The spec is explicit: each client maintains a connection to exactly one server. Attempting to use a single client instance to talk to multiple servers is not supported by the protocol.

// WRONG: Trying to use one client for two servers
const client = new Client({ name: 'host', version: '1.0.0' }, { capabilities: {} });
await client.connect(transport1);
await client.connect(transport2); // This will error or overwrite the first connection
// CORRECT: One client per server
const dbClient = new Client({ name: 'host-db', version: '1.0.0' }, { capabilities: {} });
const fsClient = new Client({ name: 'host-fs', version: '1.0.0' }, { capabilities: {} });

await dbClient.connect(dbTransport);
await fsClient.connect(fsTransport);

// Each client independently manages its own server connection
const dbTools = await dbClient.listTools();
const fsTools = await fsClient.listTools();

Case 3: Confusing Server Capabilities with Client Capabilities

The MCP spec defines capabilities for both sides of the connection. Server capabilities (tools, resources, prompts, logging, completions) are advertised by the server during the handshake. Client capabilities (sampling, elicitation, roots) are advertised by the client. These are negotiated in both directions. A common mistake is expecting the client to have tools, or the server to do sampling.

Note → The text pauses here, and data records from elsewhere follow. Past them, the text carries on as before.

package beam_test

import (
	"context"
	"fmt"
	"log"

	"soffit.example/beam"
	"soffit.example/beam/aci318"
	"soffit.example/beam/statics"
	"soffit.example/units"
)

// The snippet of the README.
func Example() {
	brief := beam.Brief{
		Section:       beam.Section{Shape: beam.Rectangular, Width: units.Inch.Of(14), Depth: units.Inch.Of(24)},
		Concrete:      beam.Concrete{Strength: units.PSI.Of(4000)},
		Reinforcement: beam.Reinforcement{Catalog: "astm-inch", Yield: units.KSI.Of(60)},
		Exposure:      beam.Interior,
		Spans:         []units.Length{units.Foot.Of(22)},
		Supports:      []beam.Support{{Kind: beam.Pinned, Width: units.Inch.Of(12)}, {Kind: beam.Roller, Width: units.Inch.Of(12)}},
		Loads: []beam.Load{
			{Case: beam.Dead, Shape: beam.Uniform, Intensity: units.KipPerFoot.Of(1.1)},
			{Case: beam.Live, Shape: beam.Uniform, Intensity: units.KipPerFoot.Of(1.3)},
		},
	}
	result, err := beam.Design(context.Background(), aci318.ACI31819(), brief)
	if err != nil {
		log.Fatal(err) // every fault of the brief at once, each with its field and the range allowed
	}
	if result.Verdict != beam.Satisfied {
		log.Fatal(result.Verdict, result.Binding, result.Refusals) // no error: the beam, not the input
	}
	fmt.Println(result.Verdict, "governed by", result.Governing.ID)
	for _, row := range result.Layout.Longitudinal {
		fmt.Println(row.Face, row.Count, row.Bar)
	}
	// Output:
	// satisfied governed by flexure.positive
	// bottom 6 #6
	// top 2 #3
}

// Factored forces from the caller's own analysis, in place of spans.
func ExampleDesign_demands() {
	brief := beam.Brief{
		Section:       beam.Section{Shape: beam.Rectangular, Width: units.Millimetre.Of(300), Depth: units.Millimetre.Of(600)},
		Concrete:      beam.Concrete{Strength: units.Megapascal.Of(30)},
		Reinforcement: beam.Reinforcement{Catalog: "astm-metric", Yield: units.Megapascal.Of(420)},
		Exposure:      beam.Interior,
		Demands: []beam.Demand{
			{Name: "span", Moment: units.KilonewtonMetre.Of(240), Shear: units.Kilonewton.Of(30)},
			{Name: "support", Moment: units.KilonewtonMetre.Of(-150), Shear: units.Kilonewton.Of(190)},
		},
		Preferences: beam.Preferences{Prefer: beam.FewestBars},
	}
	result, err := beam.Design(context.Background(), aci318.ACI31819M(), brief)
	if err != nil {
		log.Fatal(err)
	}
	fmt.Println(result.Verdict)
	for _, row := range result.Layout.Longitudinal {
		fmt.Println(row.Face, row.Count, row.Bar)
	}
	for _, zone := range result.Layout.Transverse {
		fmt.Println(zone.Legs, "legs of", zone.Bar, "at", units.SI.Format(zone.Spacing.Amount()))
	}
	// Output:
	// satisfied
	// bottom 2 No. 29
	// top 2 No. 22
	// 2 legs of No. 10 at 260 mm
}

// A layout from a drawing, judged: every check that fails says by how much
// and by which clause.
func ExampleCheckLayout() {
	brief := beam.Brief{
		Section:       beam.Section{Shape: beam.Rectangular, Width: units.Inch.Of(14), Depth: units.Inch.Of(24)},
		Concrete:      beam.Concrete{Strength: units.PSI.Of(4000)},
		Reinforcement: beam.Reinforcement{Catalog: "astm-inch", Yield: units.KSI.Of(60)},
		Exposure:      beam.Interior,
		Spans:         []units.Length{units.Foot.Of(22)},
		Supports:      []beam.Support{{Kind: statics.Pinned, Width: units.Inch.Of(12)}, {Kind: statics.Roller, Width: units.Inch.Of(12)}},
		Loads:         []beam.Load{{Case: beam.Live, Shape: beam.Uniform, Intensity: units.KipPerFoot.Of(2.5)}},
	}
	drawn := beam.Layout{
		Longitudinal: []beam.Row{
			{Mark: "A", Bar: "#8", Count: 3, Face: beam.Bottom, Layer: 1},
			{Mark: "B", Bar: "#5", Count: 2, Face: beam.Top, Layer: 1},
		},
		Transverse: []beam.Zone{
			{Mark: "C", Bar: "#3", Legs: 2, Spacing: units.Inch.Of(10), From: units.Inch.Of(6), To: units.Inch.Of(258)},
		},
	}
	result, err := beam.CheckLayout(context.Background(), aci318.ACI31819(), brief, drawn)
	if err != nil {
		log.Fatal(err)
	}
	fmt.Println(result.Verdict)
	for i := range result.Checks {
		if c := &result.Checks[i]; c.Outcome == beam.Fail {
			fmt.Printf("%s: %.2f of what %s allows\n", c.ID, c.Utilization, c.Clause)
		}
	}
	// Output:
	// unsatisfied
	// flexure.positive: 1.25 of what 9.5.1.1 allows
}
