// judge puts the current trial to groups of checks and sifts them.
func (s *search) judge(face Face, groups ...Group) (ok bool) {
	s.checks, s.failed = s.checks[:0], s.failed[:0]
	if groups[0] != Shearing { // stirrups that only move are seen to once, in eachStirrup
		s.checks = s.t.appendGeometry(s.checks)
	}
	for _, g := range groups {
		s.checks = s.p.Code.Judge(s.checks, g, &s.t)
	}
	return s.sift(face)
}

// sift adds the checks of a judgement that fail to s.failed and reports whether
// there are none; with a face given, only that face's and those of no face.
func (s *search) sift(face Face) (ok bool) {
	for i := range s.checks {
		c := &s.checks[i]
		if c.Outcome == Fail && (face == 0 || c.Face == 0 || c.Face == face) {
			s.failed = append(s.failed, *c)
		}
	}
	return len(s.failed) == 0
}

// put lays a set at a face of the trial, unless it lies there already.
func (s *search) put(face Face, b *barSet, inCompression bool) bool {
	now := laid{set: b, inCompression: inCompression, stirrup: s.t.Stirrup, cover: s.t.Cover}
	if s.laid[face] == now {
		return true
	}
	s.layers = s.layers[:0]
	beside := s.flange[:0]
	if b != nil {
		s.layers = b.appendLayers(s.layers, s.groups[:])
		if b.flange.count > 0 {
			beside = append(beside, b.flange)
		}
	}
	s.laid[face] = now
	if s.t.lay(face, s.layers, beside, inCompression) != nil {
		s.laid[face] = laid{}
		return false
	}
	return true
}

// layPair lays the sets of both faces inside a stirrup size, without zones yet.
func (s *search) layPair(tie bars.Size, bottom, top *barSet, inCompression Face) bool {
	s.t.enclose(tie, larger(bottom.largest(), top.largest()))
	s.t.Zones, s.t.ZoneBar = nil, nil
	return s.put(Bottom, bottom, inCompression == Bottom) && s.put(Top, top, inCompression == Top)
}

// accepts judges a set on its own face, once.
func (s *search) accepts(face Face, tie bars.Size, b *barSet) bool {
	if b.judged {
		return b.passes
	}
	b.judged = true
	s.t.enclose(tie, b.largest())
	b.cover = s.t.Cover
	s.t.Zones, s.t.ZoneBar = nil, nil
	if !s.put(face, b, false) || !s.put(face.Opposite(), nil, false) {
		return false
	}
	b.passes = s.judge(face, Fitting, Bending)
	s.alone[face] = s.alone[face] || b.passes
	if worst := s.worst(); !s.near[face].ok || worst < s.near[face].worst {
		s.near[face] = near{ok: true, worst: worst, set: *b}
	}
	if !b.passes {
		s.reject(s.arrangement(face, b, tie.Name))
	}
	return b.passes
}

// arrangement describes a set at a face inside a stirrup size.
func (s *search) arrangement(face Face, b *barSet, tie string) Arrangement {
	a := Arrangement{Face: face, Depth: s.p.Brief.Section.Depth, With: tie}
	a.Layers, a.Beside = b.names()
	return a
}

// worst is the largest utilization among the failed checks of the last
// judgement; zero if none failed.
func (s *search) worst() float64 {
	w := 0.0
	for i := range s.failed {
		w = max(w, s.failed[i].Utilization)
	}
	return w
}

// pairs joins bottom and top sets and finds stirrups for each pair that could
// still be kept.
func (s *search) pairs(ctx context.Context, tie bars.Size, bottoms, tops []barSet) error {
	s.t.enclose(tie, s.main[len(s.main)-1]) // the greatest cover, and so the shortest stirrups
	lightest := s.leastStirrups(tie, s.p.Brief.Section.Depth)
	patience := hopelessPairs
	for i := range bottoms {
		if err := ctx.Err(); err != nil {
			return err
		}
		b := &bottoms[i]
		for j := range tops {
			t := &tops[j]
			if !s.promising(b, t, lightest) {
				continue
			}
			if !s.accepts(Top, tie, t) {
				continue
			}
			if !s.accepts(Bottom, tie, b) {
				break
			}
			if s.shear(tie, b, t, 0) {
				patience = math.MaxInt
			}
			if s.done() {
				return nil
			}
			if patience--; patience == 0 && !s.heaviest(tie, bottoms, tops) {
				return nil
			}
		}
	}
	return nil
}

// hopelessPairs is how many pairs are tried before those of the most steel
// must show that stirrups can do at all.
const hopelessPairs = 24

// heaviest reports whether stirrups do for the heaviest sets that pass on their
// own faces, with which the concrete bears the most shear.
func (s *search) heaviest(tie bars.Size, bottoms, tops []barSet) bool {
	b, t := s.heaviestAccepted(Bottom, tie, bottoms), s.heaviestAccepted(Top, tie, tops)
	return b == nil || t == nil || s.shear(tie, b, t, 0)
}

func (s *search) heaviestAccepted(face Face, tie bars.Size, sets []barSet) *barSet {
	for i := len(sets) - 1; i >= 0; i-- {
		if s.accepts(face, tie, &sets[i]) {
			return &sets[i]
		}
	}
	return nil
}

// compressed looks for tension sets at a face that pass once bars on the
// other face are relied on in compression: of each size the fewest that do,
// or more where the stirrups have legs to hold.
//
// Sets that are hopeless inside one stirrup are left out inside the thicker
// ones that follow, which only move bars away from the face.
func (s *search) compressed(ctx context.Context, tie bars.Size, face Face, hopeless map[barPlan]bool) error {
	sense := tensionSense(face)
	if !s.bent(sense) {
		return nil
	}
	var sets []barSet
	others := make([][]barSet, len(s.main)) // by size, fewest bars first
	for i := range s.main {
		most, _, _ := s.bounds(sense, tie, &s.main[i])
		uniform := uniformSets(nil, &s.main[i], 2, most, s.p.Brief.Preferences.MaxLayers)
		sets = append(sets, s.flangeRoom(face, tie, &s.main[i]).withFlange(uniform, &s.main[i], units.Area{}, s.p.Brief.Preferences.SpacingBy)...)
		others[i] = uniformSets(nil, &s.main[i], 2, most, 1)
	}
	sortSets(sets)
	s.t.enclose(tie, s.main[len(s.main)-1])
	lightest := s.leastStirrups(tie, s.p.Brief.Section.Depth)
	for i := range sets {
		if err := ctx.Err(); err != nil {
			return err
		}
		b := &sets[i]
		if hopeless[b.barPlan] || !s.promising(b, &barSet{}, lightest) {
			continue
		}
		if !s.helped(tie, face, b, others) {
			hopeless[b.barPlan] = true
			continue
		}
		for _, of := range others {
			s.compress(tie, face, b, of, lightest)
		}
		if s.done() {
			return nil
		}
	}
	return nil
}

// farOff is the utilization beyond which the most steel of another size, much
// the same in amount and in depth, would not help either.
const farOff = 1.5

// helped reports whether the most steel of one of the largest sizes in
// compression makes a tension set pass in its own sense. Less would not.
func (s *search) helped(tie bars.Size, face Face, b *barSet, others [][]barSet) bool {
	tried := 0
	for i := len(others) - 1; i >= 0 && tried < 3; i-- {
		n := len(others[i])
		if n == 0 {
			continue
		}
		o := &others[i][n-1]
		if s.presses(tie, face, b, o) && s.judge(face, Bending) {
			return true
		}
		if tried++; tried == 1 {
			s.rejectPressed(tie, face, b, o)
			if s.worst() > farOff {
				return false
			}
		}
	}
	return false
}

// rejectPressed logs a tension set with compression steel by the checks that
// have just failed.
func (s *search) rejectPressed(tie bars.Size, face Face, b, other *barSet) {
	a := s.arrangement(face, b, tie.Name)
	layers, _ := other.names()
	a.Pressed = layers[0]
	s.reject(a)
}

// compress completes a tension set with bars of one size in compression. In
// the sense that they help, more of them never fail where fewer pass; what they
// do to the other sense and to the fit is judged count by count.
func (s *search) compress(tie bars.Size, face Face, b *barSet, of []barSet, lightest float64) {
	n := len(of)
	helps := func(o *barSet) bool { return s.presses(tie, face, b, o) && s.judge(face, Bending) }
	if n == 0 || !s.promising(b, &of[0], lightest) || !helps(&of[n-1]) {
		return
	}
	first := n - 1 - last(0, n-1, func(fewer int) bool { return helps(&of[n-1-fewer]) })
	for i := first; i < n; i++ {
		o := &of[i]
		if !s.promising(b, o, lightest) {
			return
		}
		if !s.relied(tie, face, b, o) {
			s.rejectPressed(tie, face, b, o)
			continue
		}
		bottom, top := b, o
		if face == Top {
			bottom, top = o, b
		}
		if s.shear(tie, bottom, top, face.Opposite()) || o.count >= s.p.Brief.Preferences.MaxLegs {
			return
		}
	}
}

// presses lays a tension set with compression steel opposite.
func (s *search) presses(tie bars.Size, face Face, b, other *barSet) bool {
	bottom, top := b, other
	if face == Top {
		bottom, top = other, b
	}
	return s.layPair(tie, bottom, top, face.Opposite())
}

// relied judges a tension set with compression steel opposite.
func (s *search) relied(tie bars.Size, face Face, b, other *barSet) bool {
	return s.presses(tie, face, b, other) && s.judge(0, Bending, Fitting)
}

func larger(a, b bars.Size) bars.Size {
	if a.Diameter.Less(b.Diameter) {
		return b
	}
	return a
}

// shear completes a pair with stirrups and keeps what passes. Where bars of
// one face ask for cover that moves the other's, the pair is judged again as
// a whole first.
// It reports whether any stirrups do for the pair.
func (s *search) shear(tie bars.Size, bottom, top *barSet, inCompression Face) (ok bool) {
	if !s.layPair(tie, bottom, top, inCompression) {
		return false
	}
	if moved := s.t.Cover != bottom.cover || s.t.Cover != top.cover; moved && inCompression == 0 && !s.judge(0, Fitting, Bending) {
		return false
	}
	if !s.promising(bottom, top, s.leastStirrups(tie, s.tensionDepth())) {
		return true
	}
	long := s.longitudinal(bottom, top)
	return s.eachStirrup(tie, func(mass float64) bool { return s.promising(bottom, top, mass) }, func(zones []Zone, stirrups float64) {
		f := found{
			bottom: *bottom, top: *top, inCompress: inCompression, stirrup: tie,
			mass: long + stirrups, stirrupMass: stirrups,
		}
		f.key = s.key(bottom, top, f.mass, len(zones))
		if s.ranks(f.key) {
			f.zones = slices.Clone(zones)
			s.keepBest(f)
		}
	})
}

// longitudinal is the mass of the bars of a pair, in kg.
func (s *search) longitudinal(bottom, top *barSet) float64 {
	return (bottom.mass + top.mass) * s.length()
}

// length of the bars in m: the whole beam, or one metre with demands.
func (s *search) length() float64 {
	if !s.member {
		return 1
	}
	return s.p.length().In(units.Metre)
}

// key ranks a layout under the chosen preference; less is better, and every
// entry grows with the stirrups, so that the key of a pair without stirrups
// bounds it from below.
func (s *search) key(bottom, top *barSet, mass float64, zones int) [2]float64 {
	switch s.prefer {
	case FewestBars:
		return [2]float64{float64(bottom.count + top.count), mass}
	case OneSize:
		return [2]float64{float64(differentSizes(bottom, top)), mass}
	case FewestMarks:
		return [2]float64{float64(bottom.rows() + top.rows() + zones), mass}
	case Shallowest:
		return [2]float64{s.p.Brief.Section.Depth.In(units.Metre), mass}
	}
	return [2]float64{mass}
}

// During connection, both sides declare what they support:
const client = new Client(
  { name: 'my-host', version: '1.0.0' },
  {
    capabilities: {
      sampling: {},     // Client tells server: "I can handle sampling requests from you"
      roots: { listChanged: true }, // Client can provide root boundaries
    },
  }
);

// The server then declares its own capabilities:
const server = new McpServer({
  name: 'my-server',
  version: '1.0.0',
  // capabilities are inferred from what you register (tools, resources, prompts)
});

Multi-Server Host Architecture

In production, a host typically manages several server connections. Here is the pattern for a host that aggregates tools from multiple servers:

import { Client } from '@modelcontextprotocol/sdk/client/index.js';
import { StdioClientTransport } from '@modelcontextprotocol/sdk/client/stdio.js';

async function createHostClient(name, command, args) {
  const client = new Client(
    { name: `host-${name}`, version: '1.0.0' },
    { capabilities: {} }
  );
  const transport = new StdioClientTransport({ command, args });
  await client.connect(transport);
  return client;
}

// Create one client per server
const clients = {
  database: await createHostClient('database', 'node', ['servers/db-server.js']),
  filesystem: await createHostClient('filesystem', 'node', ['servers/fs-server.js']),
  calendar: await createHostClient('calendar', 'node', ['servers/calendar-server.js']),
};

// Aggregate all tools for the LLM
const allTools = [];
for (const [name, client] of Object.entries(clients)) {
  const { tools } = await client.listTools();
  allTools.push(...tools.map(t => ({ ...t, _server: name })));
}

console.log(`Total tools available: ${allTools.length}`);
// When the LLM decides to call a tool, you route it to the correct client
// based on the _server tag (or by name convention).

“Clients maintain 1:1 connections with servers, while hosts may run multiple client instances simultaneously.” – MCP Specification, Architecture Overview

What to Check Right Now

  • Map your existing AI integrations to the three roles – for any LLM feature you currently maintain, ask: what is the host, what are the servers, where are the clients? This makes the MCP fit (or gap) immediately visible.
  • Install the MCP SDK – run npm install @modelcontextprotocol/sdk zod in a scratch project. The SDK is the only dependency you need to build your first server (next lesson).
  • Read the architecture pagemodelcontextprotocol.io/docs/concepts/architecture has the official diagrams. Having the spec’s own diagrams alongside this lesson’s code is useful.
  • Note the security boundary – in any architecture where you have a host managing multiple clients, think carefully about what each server is allowed to do. The host is the security boundary; it should not grant servers more access than they need.